Edit: Oh and I checked the interior fuse panel, there was one fuse burnt out but it was the one for my climate control. At least that's one problem down :)

If you are getting 12 Volts to the actuator, then your front axle is active. disconnect the wire and see if the front actuator will disengage the frond axle. Most likely it should, if that's the case, then there is a good chance that's it's the switch it self on the dash.

The switch on the dash is know to fail by the circuit board will crack and shorting will occur. Inspect the switch and you may get luck like most and just need to re-solder the board unless it's to far damaged.

Keep me posted. ;)
 
GREAT NEWS!!!!!

...The truck won't start.

I am not getting any fuel pressure at the schrader valve... I don't even hear the pump attempting to build pressure. I know old GM's used to have a problem with the gas gauge registering a quarter tank (like it is now) but the tank was actually empty. Is this a problem with the Sierra?
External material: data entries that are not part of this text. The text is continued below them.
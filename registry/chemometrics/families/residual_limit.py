"""Residual (Q) limit by Box's scaled chi-squared approximation.

A residual sum of squares Q = Σ eⱼ² of normally distributed residuals with
covariance eigenvalues λⱼ is a weighted sum of χ²₁ variables. Box (Ann. Math.
Stat. 25:290, 1954) approximates it by g·χ²(h) with the same mean and
variance:

    θ1 = Σλⱼ,  θ2 = Σλⱼ²,  g = θ2/θ1,  h = θ1²/θ2.

Nomikos & MacGregor (Technometrics 37:41, 1995) match the same two moments
from observed Q values of mean m and variance v: g = v/(2m), h = 2m²/v.

The Q values or residuals given here must stand for *new* samples (for
example leave-one-out residuals): fitted calibration residuals are smaller
than those of new samples and would give too tight a limit.

This is the families' own copy of the limit; when the shared Box limit lands
in :mod:`registry.chemometrics.diagnostics`, :func:`box_residual_limit` can
simply call it.
"""

from __future__ import annotations

import numpy as np
from scipy import stats

from registry.errors import InputError


def box_residual_limit(confidence: float, *, eigenvalues=None, q_values=None) -> float:
    """Upper ``confidence`` quantile of Q by Box's g·χ²(h).

    Parameters
    ----------
    confidence : float
        In (0, 1), e.g. 0.95.
    eigenvalues : array_like, optional
        Eigenvalues of the residual covariance (Box 1954 moments).
    q_values : array_like, optional
        Observed Q values (Nomikos & MacGregor 1995 moments). Give exactly
        one of ``eigenvalues`` and ``q_values``.

    Returns
    -------
    float
        g·χ²⁻¹(confidence; h); 0 when the residuals are all zero.
    """
    if not 0.0 < float(confidence) < 1.0:
        raise InputError(f"confidence must be in (0, 1), got {confidence!r}", field="confidence")
    if (eigenvalues is None) == (q_values is None):
        raise InputError("give exactly one of eigenvalues and q_values", field="eigenvalues")
    if eigenvalues is not None:
        lam = np.asarray(eigenvalues, dtype=np.float64).reshape(-1)
        theta1, theta2 = float(lam.sum()), float(np.sum(lam ** 2))
        if theta1 <= 0.0:
            return 0.0
        g, h = theta2 / theta1, theta1 ** 2 / theta2
    else:
        q = np.asarray(q_values, dtype=np.float64).reshape(-1)
        if q.size < 2:
            raise InputError("need at least two Q values for their variance", field="q_values")
        m, v = float(q.mean()), float(q.var(ddof=1))
        if m <= 0.0:
            return 0.0
        if v <= 0.0:
            return m  # every Q equal: nothing to spread
        g, h = v / (2.0 * m), 2.0 * m * m / v
    return float(g * stats.chi2.ppf(confidence, h))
I am going to get a jerry of gas, test the relay, and hope to god it is something simple because if the pump is dead I am going to cry...

any suggestions?
 
Car won't start.

It turns over, but there is no fuel pressure at the schrader. I don't hear the pump trying to build pressure when the ignition is 'on'. I am going to test the relay and hope the fuel pump is fine.
 
Car won't start.

It turns over, but there is no fuel pressure at the schrader. I don't hear the pump trying to build pressure when the ignition is 'on'. I am going to test the relay and hope the fuel pump is fine.

Check your ECM fuse, the fuel pump get's it's 12 volt from the ECM. Aways start with the simple before you tear in to the hard things LOL.

Keep me posted friend. ;)
 
Fuses are good.

Tank has gas in her

No pressure still.
 
sounds like a fuel pump to me, anyone else have any ideas?